André Matiazzo

Desconfiando de tudo pt. I

Numa das últimas edições da Breaking Smart, Venkatesh Rao escreve a respeito da inteligência utilitária e da inteligência autotélica [1] – a que tem um fim em si mesma. Segundo ele, quem estuda a inteligência humana costuma defini-la como o primeiro tipo, como um instrumento para solucionar problemas. É fácil ver o porquê quando você olha para a eterna busca (da classe média que vive em grandes cidades, sempre bom lembrar) por mais praticidade, menos tempo desperdiçado e por esse carpe diem neurótico.

Para Rao, a inteligência humana não tem, por natureza, uma função prática. Assim como já não fazemos sexo só para reprodução e não comemos só para matar a fome, pensar é uma atividade que pode ser realizada por prazer.

Lembro de quando eu trabalhava com desenho de marcas e o resultado do que eu fazia vinha, muitas vezes, da conexão meio aleatória de elementos que flutuavam na minha cabeça. Olhava referências, testava junções e justaposições sem motivo e a coisa saía. "Sem querer". Eu tinha controle sobre o resultado, mas a sensação não era essa. É provável que a quantidade de referências fosse tamanha a ponto de, quando a ideia estalava e a solução vinha, parecia que tinha criado vida sozinha. Manifestações como essa mostram também que, apesar de não ser seu objetivo, o "pensar só por pensar" pode levar a resultados concretos.

Hoje, a falta de controle me deixa ansioso. O contexto mudou. Todo conhecimento novo, toda promessa de que aquilo que acabei de aprender vai liberar caminho para mais aprendizados já me fazer pensar em quanto terei que pelejar até que aquilo tudo vire um Conhecimento Aplicável. Como vou perder meu tempo não sabendo quais desses aprendizados possíveis é o mais útil? Essas perguntas são sintomas desse contexto utilitarista em que vivo. Aceitar o "aprender por aprender" ainda é ir numa contramão bem desconfortável.

Minha ansiedade atual se ocupa de pensar em como vamos viver com esse tanto de dados soltos por aí? Empresas gigantescas já têm acesso ao nosso histórico de navegação, às nossas conversas, aos nossos cliques e até aos vacilos de será-que-clico-nisso-ou-não sem que tenhamos voz para decidir o que será feito com todas essas informações. Uma neura plausível.

Ela começou de forma descompromissada, como quase tudo começa, enquanto eu assistia a um documentário sobre ética no design – o que a gente põe no mundo é responsabilidade nossa, não só de quem nos contratou etc.
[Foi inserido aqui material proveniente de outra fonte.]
@overload
def effectiveness_number(
    entering: AirStream[float],
    *,
    water_flow: float,
    hot_water: float,
    cold_water: float,
) -> float: ...
@overload
def effectiveness_number(
    entering: AirStream[Any],
    *,
    water_flow: ArrayLike,
    hot_water: ArrayLike,
    cold_water: ArrayLike,
) -> Array: ...
def effectiveness_number(
    entering: AirStream[Any],
    *,
    water_flow: ArrayLike,
    hot_water: ArrayLike,
    cold_water: ArrayLike,
) -> Any:
    """The Merkel number that a duty takes, by effectiveness and transfer units.

    After Jaber and Webb 1989; 1 to 3 % below Merkel's; for ranges up to some 15 K.

    Parameters
    ----------
    entering : AirStream
        The air that enters.
    water_flow : float or array_like
        Water that enters hot, kg/s.
    hot_water : float or array_like
        Temperature of the water that enters, °C.
    cold_water : float or array_like
        Temperature at which the water leaves, °C.

    Returns
    -------
    float or numpy.ndarray
        NaN where a row of an array has no result.

    Raises
    ------
    InfeasibleError
        No counterflow does this duty.
    ProcessError
        No air flows.
    NotFiniteError, OutOfRangeError
        An input.
    """
    expect(entering, AirStream, "entering")
    return run(
        "tower.effectiveness_number",
        float,
        ("entering", entering),
        ("water_flow", water_flow),
        ("hot_water", hot_water),
        ("cold_water", cold_water),
    )


@overload
def effectiveness_rate(
    entering: AirStream[float],
    *,
    water_flow: float,
    hot_water: float,
    number: float,
) -> TowerRating[float]: ...
@overload
def effectiveness_rate(
    entering: AirStream[Any],
    *,
    water_flow: ArrayLike,
    hot_water: ArrayLike,
    number: ArrayLike,
) -> TowerRating[Array]: ...
def effectiveness_rate(
    entering: AirStream[Any],
    *,
    water_flow: ArrayLike,
    hot_water: ArrayLike,
    number: ArrayLike,
) -> TowerRating[Any]:
    """The cold water of a tower, by effectiveness and transfer units.

    Parameters
    ----------
    entering : AirStream
        The air that enters.
    water_flow : float or array_like
        Water that enters hot, kg/s.
    hot_water : float or array_like
        Temperature of the water that enters, °C.
    number : float or array_like
        Merkel number, found by the same method; 0 to 20.

    Returns
    -------
    TowerRating

    Raises
    ------
    InfeasibleError
        The water would freeze or boil, or enters below the limit of the air.
    ProcessError
        No air flows.
    NotFiniteError, OutOfRangeError
        An input.
    """
    expect(entering, AirStream, "entering")
    return run(
        "tower.effectiveness_rate",
        TowerRating,
        ("entering", entering),
        ("water_flow", water_flow),
        ("hot_water", hot_water),
        ("number", number),
    )


@overload
def evaporation_by_rule_of_thumb(*, circulating_flow: float, water_range: float) -> float: ...
@overload
def evaporation_by_rule_of_thumb(*, circulating_flow: ArrayLike, water_range: ArrayLike) -> Array: ...
def evaporation_by_rule_of_thumb(*, circulating_flow: ArrayLike, water_range: ArrayLike) -> Any:
    """Evaporation, kg/s, as 0.00153 of the circulating flow for each kelvin of range (common practice, no source).

    The balances give from 0.0012 to 0.0023.

    Parameters
    ----------
    circulating_flow : float or array_like
        kg/s.
    water_range : float or array_like
        Hot over cold water, K.

    Returns
    -------
    float or numpy.ndarray
        NaN where a row of an array has no result.

    Raises
    ------
    NotFiniteError, OutOfRangeError
        An input.
    """
    return run(
        "tower.evaporation_by_rule_of_thumb",
        float,
        ("circulating_flow", circulating_flow),
        ("water_range", water_range),
    )


@overload
def fill_from_two_tests(
    *,
    first_water_to_air: float,
    first_number: float,
    second_water_to_air: float,
    second_number: float,
) -> FillLaw[float]: ...
@overload
def fill_from_two_tests(
    *,
    first_water_to_air: ArrayLike,
    first_number: ArrayLike,
    second_water_to_air: ArrayLike,
    second_number: ArrayLike,
) -> FillLaw[Array]: ...
def fill_from_two_tests(
    *,
    first_water_to_air: ArrayLike,
    first_number: ArrayLike,
    second_water_to_air: ArrayLike,
    second_number: ArrayLike,
) -> FillLaw[Any]:
    """The law of a fill through two tests.

    Parameters
    ----------
    first_water_to_air : float or array_like
        L/G of the first test.
    first_number : float or array_like
        Merkel number of the first test.
    second_water_to_air : float or array_like
        L/G of the second test.
    second_number : float or array_like
        Merkel number of the second test.

    Returns
    -------
    FillLaw

    Raises
    ------
    InfeasibleError
        Tests at one L/G, or an exponent outside 0 to 2.
    NotFiniteError, OutOfRangeError
        An input.

    Examples
    --------
    >>> from moistair.process import tower
    >>> law = tower.fill_from_two_tests(
    ...     first_water_to_air=0.8, first_number=1.9, second_water_to_air=1.6, second_number=1.25
    ... )
    >>> round(law.exponent, 3)
    0.604
    """
    return run(
        "tower.fill_from_two_tests",
        FillLaw,
        ("first_water_to_air", first_water_to_air),
        ("first_number", first_number),
        ("second_water_to_air", second_water_to_air),
        ("second_number", second_number),
    )


@overload
def fill_height(
    *,
    coefficient: float,
    exponent: float,
    number: float,
    water_to_air: float,
    tested_height: float,
) -> float: ...
@overload
def fill_height(
    *,
    coefficient: ArrayLike,
    exponent: ArrayLike,
    number: ArrayLike,
    water_to_air: ArrayLike,
    tested_height: ArrayLike,
) -> Array: ...
def fill_height(
    *,
    coefficient: ArrayLike,
    exponent: ArrayLike,
    number: ArrayLike,
    water_to_air: ArrayLike,
    tested_height: ArrayLike,
) -> Any:
    """The height, m, that a Merkel number takes, of a fill tested at a height.

    Parameters
    ----------
    coefficient : float or array_like
        c of the fill.
    exponent : float or array_like
        n of the fill.
    number : float or array_like
        Merkel number, found by the same method; 0 to 20.
    water_to_air : float or array_like
        L/G, water over dry air.
    tested_height : float or array_like
        Height of the fill in its tests, m.

    Returns
    -------
    float or numpy.ndarray
        NaN where a row of an array has no result.

    Raises
    ------
    InfeasibleError
        The height would leave its range.
    NotFiniteError, OutOfRangeError
        An input.
    """
    return run(
        "tower.fill_height",
        float,
        ("coefficient", coefficient),
        ("exponent", exponent),
        ("number", number),
        ("water_to_air", water_to_air),
        ("tested_height", tested_height),
    )


@overload
def fill_number(*, coefficient: float, exponent: float, water_to_air: float) -> float: ...
@overload
def fill_number(*, coefficient: ArrayLike, exponent: ArrayLike, water_to_air: ArrayLike) -> Array: ...
def fill_number(*, coefficient: ArrayLike, exponent: ArrayLike, water_to_air: ArrayLike) -> Any:
    """Merkel number of a fill at a ratio of water to air.

    Parameters
    ----------
    coefficient : float or array_like
        c of the fill.
    exponent : float or array_like
        n of the fill.
    water_to_air : float or array_like
        L/G, water over dry air.

    Returns
    -------
    float or numpy.ndarray
        NaN where a row of an array has no result.

    Raises
    ------
    InfeasibleError
        The law leaves the range of the number.
    NotFiniteError, OutOfRangeError
        An input.
    """
    return run(
        "tower.fill_number",
        float,
        ("coefficient", coefficient),
        ("exponent", exponent),
        ("water_to_air", water_to_air),
    )


@overload
def merkel_number(
    entering: AirStream[float],
    *,
    water_flow: float,
    hot_water: float,
    cold_water: float,
    quadrature: Quadrature = ...,
) -> MerkelNumber[float]: ...
@overload
def merkel_number(
    entering: AirStream[Any],
    *,
    water_flow: ArrayLike,
    hot_water: ArrayLike,
    cold_water: ArrayLike,
    quadrature: Quadrature = ...,
) -> MerkelNumber[Array]: ...
def merkel_number(
    entering: AirStream[Any],
    *,
    water_flow: ArrayLike,
    hot_water: ArrayLike,
    cold_water: ArrayLike,
    quadrature: Quadrature = "gauss_legendre",
) -> MerkelNumber[Any]:
    """The Merkel number that a duty takes.

    Gauss–Legendre is good to 1e-8 in common cooling practice, the rule of the trade to 2e-3.

    Parameters
    ----------
    entering : AirStream
        The air that enters.
    water_flow : float or array_like
        Water that enters hot, kg/s.
    hot_water : float or array_like
        Temperature of the water that enters, °C.
    cold_water : float or array_like
        Temperature at which the water leaves, °C.
    quadrature : {'gauss_legendre', 'gauss_legendre_graded', 'four_point'}
        How the integral is evaluated; graded for duties next to the limit or the pinch.

    Returns
    -------
    MerkelNumber

    Raises
    ------
    InfeasibleError
        Beyond the pinch (the error holds the greatest L/G), cold water at or below its limit, or water that is not cooled.
    ProcessError
        No air flows.
    NotFiniteError, OutOfRangeError
        An input.

    Examples
    --------
    >>> import moistair
    >>> from moistair.process import AirStream, tower
    >>> air = moistair.MoistAir(dry_bulb=24.0, relative_humidity=1.0, pressure=101_325.0, formulation="ideal_gas")
    >>> entering = AirStream(air, dry_air_flow=10.0)
    >>> needed = tower.merkel_number(entering, water_flow=12.0, hot_water=39.0, cold_water=29.0)
    >>> round(needed.number, 5)
    1.60834
    """
    expect(entering, AirStream, "entering")
    return run(
        "tower.merkel_number",
        MerkelNumber,
        ("entering", entering),
        ("water_flow", water_flow),
        ("hot_water", hot_water),
        ("cold_water", cold_water),
        code(_QUADRATURE, quadrature, "quadrature"),
    )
O filme em si não tem nada de extraordinário se você já passou pelo lampejo de "nossa, então se eu projetar uma câmara de gás e souber a finalidade dela, a culpa também é minha!", mas serviu para semear a sensação de que existia um novo mundo se abrindo ali.

No documentário, conheci a Sarah Gold, designer inglesa que fundou a IF, consultoria cujos projetos investigam o futuro de algumas tecnologias que logo estarão entrelaçadas às nossas vida a ponto de não repararmos mais nelas - como já acontece com smartphones e como nunca acontecerá com tablets sendo usados para anotar coisas quando é óbvio que à mão seria mais fácil. O trabalho deles é interessante porque envolve um tanto de design fiction [2] – testar hipóteses de futuro a partir de pesquisas e experimentos – e também porque é uma equipe de Designers Que Escrevem ❤. Um dos textos foi o responsável pela injeção de excitação e ansiedade que escancarou o que vou chamar de Fenda Fininha Até Então Fora de Foco [3], que, na sua potência, fez com que eu lesse o blog todo da IF em poucos dias.

We’ve adjusted our behaviour to incorporate the network. We carry phones with us all the time. We have them in their hands, or near them, all the time. People use them on the toilet. New social conventions form around them. And we often feel quite insecure if we don’t have them. The network has become a transitional object.

What are the implications of that network being part of more things?

Essa pergunta da Sarah Gold resume bem o que ela e sua equipe investigam: numa vida já tão conectada à rede – entenda por rede (network) essa quase-abstração que chamamos de internet –, como fica a nossa relação com os produtos (cada vez mais conectados) e com as empresas que os produzem? Pode parecer que pesquisas assim alimentam apenas futuros distantes e distópicos, mas não é preciso ir tão longe para ver o que já está acontecendo. Mesmo que você queira mantê-lo para sempre, seu smartphone, por exemplo, se tornará apenas um bloco de plástico quando os aplicativos não receberem mais atualizações. Imagine quando esse cenário incluir também sua geladeira ou seu carro. Na visão da IF, o que começa a valer como moeda de troca para as empresas é a confiança.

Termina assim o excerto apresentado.